At one of the highest parts of the cliff, estimated 120 feet above the sea, where a little ravine came down, there were two sections, at right angles to each other, of the floor of a shed or building. In both sections or faces, two rows, one over the other, of large round stones could be distinctly seen; they were packed close together on an artificial layer of sand two inches thick, which had been placed on the natural clay-beds; the round stones were covered by three feet in thickness of the loam with broken sea-shells and pottery. Hence, before this widely spread-out bed of loam was deposited, it is certain that the plain was inhabited; and it is probable, from the broken vessels being so much more abundant in certain spots than in others, and from the underlying clay being fitted for their manufacture, that the kilns stood here.
The smoothness and wide extent of the plain, the bulk of matter deposited, and the obscure traces of stratification seem to indicate that the loam was deposited under water; on the other hand, the presence of sea-shells, their broken state, the pebbles of various sizes, and the artificial floor of round stones, almost prove that it must have originated in a rush of water from the sea over the land.

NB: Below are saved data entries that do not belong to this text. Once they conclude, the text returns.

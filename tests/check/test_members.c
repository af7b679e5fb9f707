/* Which pixels are posts: pictures with known answers, and random layers against a dense map. */
#include "check/stage.h"

enum { WIDTH = 12, HEIGHT = 6 };

/* Digits are posts. */
static const char *const two_posts[HEIGHT] = {
    "............", //
    "..000.......", //
    "..00011.....", //
    "...0111..11.", //
    ".....1......", //
    "222.......22", //
};

static const char *const solid[HEIGHT] = {
    "############", //
    "............", //
    "...###.#####", //
    "############", //
    "......######", //
    "##.#######.#", //
};

static int32_t post_of(char c)
{
    return c >= '0' && c <= '9' ? c - '0' : -1;
}

static fw_member_runs members_of(const char *const *rows)
{
    fw_member_runs out = {.width = WIDTH, .height = HEIGHT};
    out.row = calloc(HEIGHT + 1, sizeof *out.row);
    out.run = calloc(WIDTH * HEIGHT, sizeof *out.run);
    assert_non_null(out.row);
    assert_non_null(out.run);
    out.row_capacity = HEIGHT + 1;
    out.run_capacity = WIDTH * HEIGHT;
    for (int32_t y = 0; y < HEIGHT; y++) {
        for (int32_t x = 0, end; x < WIDTH; x = end) {
            for (end = x + 1; end < WIDTH && rows[y][end] == rows[y][x];)
                end++;
            if (post_of(rows[y][x]) >= 0)
                out.run[out.count++] = (fw_member_run){x, end, post_of(rows[y][x])};
        }
        out.row[y + 1] = out.count;
    }
    return out;
}

static fw_runs runs_of(const char *const *rows)
{
    fw_runs out = {0};
    assert_int_equal(fw_runs_begin(&out, WIDTH, HEIGHT, NULL), FW_OK);
    for (int32_t y = 0; y < HEIGHT; y++)
        for (int32_t x = 0; x < WIDTH; x++)
            if (rows[y][x] != '.')
                assert_int_equal(fw_runs_push(&out, y, x, x + 1, NULL), FW_OK);
    fw_runs_finish(&out);
    return out;
}

static void knows_the_post_of_a_pixel(void **state)
{
    (void)state;
    fw_member_runs members = members_of(two_posts);
    for (int32_t y = 0; y < HEIGHT; y++)
        for (int32_t x = 0; x < WIDTH; x++)
            assert_int_equal(fw_members_at(&members, x, y), post_of(two_posts[y][x]));
    assert_int_equal(fw_members_at(&members, -1, 5), -1);
    assert_int_equal(fw_members_at(&members, WIDTH, 5), -1);
    fw_member_runs_free(&members);
}

static void within_keeps_what_lies_in_the_set(void **state)
{
    (void)state;
    fw_member_runs members = members_of(two_posts), out = {0};
    fw_runs set = runs_of(solid);
    for (int again = 0; again < 2; again++) { /* the arrays are reused */
        assert_int_equal(fw_members_within(&members, &set, &out, NULL), FW_OK);
        for (int32_t y = 0; y < HEIGHT; y++)
            for (int32_t x = 0; x < WIDTH; x++)
                assert_int_equal(fw_members_at(&out, x, y),
                                 solid[y][x] != '.' ? post_of(two_posts[y][x]) : -1);
        assert_int_equal(out.row[HEIGHT], out.count);
    }
    fw_members_clear(&out);
    assert_int_equal(out.count, 0);
    assert_int_equal(out.height, 0);
    fw_member_runs_free(&members);
    fw_member_runs_free(&out);
    fw_runs_free(&set);
}

static bool is_even(void *context, int32_t post)
{
    (void)context;
    return post % 2 == 0;
}

static void sets_of_all_of_some_and_of_one(void **state)
{
    (void)state;
    fw_member_runs members = members_of(two_posts);
    fw_runs all = {0}, even = {0}, one = {0}, none = {0};
    assert_int_equal(fw_members_set(&members, NULL, NULL, &all, NULL), FW_OK);
    assert_int_equal(fw_members_set(&members, is_even, NULL, &even, NULL), FW_OK);
    assert_int_equal(fw_members_of(&members, 1, &one, NULL), FW_OK);
    assert_int_equal(fw_members_of(&members, 9, &none, NULL), FW_OK);
    for (int32_t y = 0; y < HEIGHT; y++) {
        for (int32_t x = 0; x < WIDTH; x++) {
            const int32_t post = post_of(two_posts[y][x]);
            assert_int_equal(fw_runs_find(&all, x, y) != UINT32_MAX, post >= 0);
            assert_int_equal(fw_runs_find(&even, x, y) != UINT32_MAX, post >= 0 && post % 2 == 0);
            assert_int_equal(fw_runs_find(&one, x, y) != UINT32_MAX, post == 1);
        }
    }
    assert_true(fw_runs_valid(&all)); /* posts that touch become one run */
    assert_int_equal(none.count, 0);
    fw_member_runs_free(&members);
    fw_runs_free(&all);
    fw_runs_free(&even);
    fw_runs_free(&one);
    fw_runs_free(&none);
}

/* Post 0 and post 1 share a region; post 1 and post 2 stand in two regions each. */
static void pieces_by_region_and_post(void **state)
{
    (void)state;
    static const fw_member_piece expected[5] = {
        {0, 0, 7}, {0, 1, 6}, {1, 1, 2}, {2, 2, 3}, {3, 2, 2}};
    fw_member_runs members = members_of(two_posts);
    fw_runs set = runs_of(two_posts);
    fw_regions regions = {0};
    fw_member_pieces pieces = {0};
    assert_int_equal(fw_regions_label(&set, FW_FOUR, &regions, NULL), FW_OK);
    assert_int_equal(regions.count, 4);
    assert_int_equal(fw_members_pieces(&members, &set, &regions, &pieces, NULL), FW_OK);
    assert_int_equal(pieces.count, 5);
    for (int i = 0; i < 5; i++) {
        assert_int_equal(pieces.item[i].region, expected[i].region);
        assert_int_equal(pieces.item[i].post, expected[i].post);
        assert_int_equal(pieces.item[i].pixels, expected[i].pixels);
    }
    free(pieces.item);
    fw_member_runs_free(&members);
    fw_runs_free(&set);
    fw_regions_free(&regions);
}

static char pick(uint64_t *seed, const char *from)
{
    *seed ^= *seed >> 12;
    *seed ^= *seed << 25;
    *seed ^= *seed >> 27;
    return from[(uint32_t)((*seed * UINT64_C(2685821657736338717)) >> 32) % strlen(from)];
}

static void random_layers_against_a_map(void **state)
{
    (void)state;
    uint64_t seed = 88172645463325252ULL;
    for (int run = 0; run < 200; run++) {
        char posts[HEIGHT][WIDTH], film[HEIGHT][WIDTH];
        const char *post_rows[HEIGHT], *film_rows[HEIGHT];
        int64_t expected = 0;
        for (int y = 0; y < HEIGHT; y++) {
            for (int x = 0; x < WIDTH; x++) {
                posts[y][x] = pick(&seed, "...0012");
                film[y][x] = pick(&seed, "..###");
                expected += posts[y][x] != '.' && film[y][x] != '.';
            }
            post_rows[y] = posts[y];
            film_rows[y] = film[y];
        }
        fw_member_runs members = members_of(post_rows), out = {0};
        fw_runs set = runs_of(film_rows);
        fw_regions regions = {0};
        fw_member_pieces pieces = {0};
        assert_int_equal(fw_members_within(&members, &set, &out, NULL), FW_OK);
        assert_int_equal(fw_regions_label(&set, FW_FOUR, &regions, NULL), FW_OK);
        assert_int_equal(fw_members_pieces(&out, &set, &regions, &pieces, NULL), FW_OK);
        for (int32_t y = 0; y < HEIGHT; y++)
            for (int32_t x = 0; x < WIDTH; x++)
                assert_int_equal(fw_members_at(&out, x, y),
                                 film[y][x] != '.' ? post_of(posts[y][x]) : -1);
        for (size_t i = 0; i < pieces.count; i++) {
            const fw_member_piece *p = &pieces.item[i];
            expected -= p->pixels;
            if (i > 0)
                assert_true(p[-1].region < p->region ||
                            (p[-1].region == p->region && p[-1].post < p->post));
        }
        assert_int_equal(expected, 0);
        free(pieces.item);
        fw_member_runs_free(&members);
        fw_member_runs_free(&out);
        fw_runs_free(&set);
        fw_regions_free(&regions);
    }
}

static void push_claim(fw_member_runs *list, int32_t x, int32_t post)
{
    fw_member_run *last =
        list->count > list->row[list->open_row] ? &list->run[list->count - 1] : NULL;
    if (last != NULL && last->x1 == x && last->post == post)
        last->x1++;
    else
        list->run[list->count++] = (fw_member_run){x, x + 1, post};
}

/* Random claims of five posts on the same pixels: the pairs against a count of pixels. */
static void pairs_are_what_two_posts_claim(void **state)
{
    (void)state;
    enum { POSTS = 5 };
    uint64_t seed = 7;
    for (int round = 0; round < 50; round++) {
        int32_t from[HEIGHT][POSTS], to[HEIGHT][POSTS];
        fw_member_runs owned = {.width = WIDTH, .height = HEIGHT}, lost = owned;
        for (int k = 0; k < 2; k++) {
            fw_member_runs *list = k == 0 ? &owned : &lost;
            list->row = calloc(HEIGHT + 1, sizeof *list->row);
            list->run = calloc(WIDTH * HEIGHT * POSTS, sizeof *list->run);
            assert_non_null(list->row);
            assert_non_null(list->run);
        }
        for (int32_t y = 0; y < HEIGHT; y++) {
            owned.open_row = lost.open_row = y;
            for (int p = 0; p < POSTS; p++) {
                seed = seed * UINT64_C(6364136223846793005) + 1442695040888963407; /* Knuth MMIX */
                from[y][p] = (int32_t)(seed >> 33) % WIDTH;
                to[y][p] = from[y][p] + (int32_t)(seed >> 50) % 6;
            }
            for (int32_t x = 0; x < WIDTH; x++)
                for (int p = 0, owner = -1; p < POSTS; p++) {
                    if (x < from[y][p] || x >= to[y][p])
                        continue;
                    push_claim(owner < 0 ? &owned : &lost, x, p);
                    owner = p;
                }
            owned.row[y + 1] = owned.count;
            lost.row[y + 1] = lost.count;
        }
        fw_member_pairs pairs = {0};
        assert_int_equal(fw_members_pairs(&owned, &lost, &pairs, NULL), FW_OK);
        size_t next = 0;
        for (int a = 0; a < POSTS; a++)
            for (int b = a + 1; b < POSTS; b++) {
                int64_t both = 0;
                for (int32_t y = 0; y < HEIGHT; y++)
                    for (int32_t x = 0; x < WIDTH; x++)
                        both += x >= from[y][a] && x < to[y][a] && x >= from[y][b] && x < to[y][b];
                if (both == 0)
                    continue;
                assert_true(next < pairs.count);
                assert_int_equal(pairs.item[next].a, a);
                assert_int_equal(pairs.item[next].b, b);
                assert_int_equal(pairs.item[next++].pixels, both);
            }
        assert_int_equal(next, pairs.count);
        free(pairs.item);
        fw_member_runs_free(&owned);
        fw_member_runs_free(&lost);
    }
}

int main(void)
{
    const struct CMUnitTest tests[] = {cmocka_unit_test(knows_the_post_of_a_pixel),
                                       cmocka_unit_test(within_keeps_what_lies_in_the_set),
                                       cmocka_unit_test(sets_of_all_of_some_and_of_one),
                                       cmocka_unit_test(pieces_by_region_and_post),
                                       cmocka_unit_test(random_layers_against_a_map),
                                       cmocka_unit_test(pairs_are_what_two_posts_claim)};
    return cmocka_run_group_tests(tests, NULL, NULL);
}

The height of the plain, namely, 120 feet, renders it improbable that an earthquake-wave, vast as some have here been, could have broken over the surface at its present level; but when the land stood eighty-five feet lower, at the period when the shells were thrown up on the ledge at S. Lorenzo, and when as we know man inhabited this district, such an event might well have occurred; and if we may further suppose, that the plain was at that time converted into a temporary lake, as actually occurred, during the earthquakes of 1713 and 1746, in the case of the low land round Callao owing to its being encircled by a high shingle-beach, all the appearances above described will be perfectly explained. I must add, that at a lower level near the point where the present low land round Callao joins the higher plain, there are appearances of two distinct deposits both apparently formed by debacles: in the upper one, a horse's tooth and a dog's jaw were embedded; so that both must have been formed after the settlement of the Spaniards: according to Acosta, the earthquake-wave of 1586 rose eighty-four feet.
The inhabitants of Callao do not believe, as far as I could ascertain, that any change in level is now in progress. The great fragments of brickwork, which it is asserted can be seen at the bottom of the sea, and which have been adduced as a proof of a late subsidence, are, as I am informed by Mr. Gill, a resident engineer, loose fragments; this is probable, for I found on the beach, and not near the remains of any building, masses of brickwork, three and four feet square, which had been washed into their present places, and smoothed over with shingle during the earthquake of 1746. The spit of land, on which the ruins of OLD Callao stand, is so extremely low and narrow, that it is improbable in the highest degree that a town should have been founded on it in its present state; and I have lately heard that M. Tschudi has come to the conclusion, from a comparison of old with modern charts, that the coast both south and north of Callao has subsided. (I am indebted for this fact to Dr. E. Dieffenbach. I may add that there is a tradition, that the islands of San Lorenzo and Fronton were once joined, and that the channel between San Lorenzo and the mainland, now above two miles in width, was so narrow that cattle used to swim over.) I have shown that the island of San Lorenzo has been upraised eighty-five feet since the Peruvians inhabited this country; and whatever may have been the amount of recent subsidence, by so much more must the elevation have exceeded the eighty-five feet.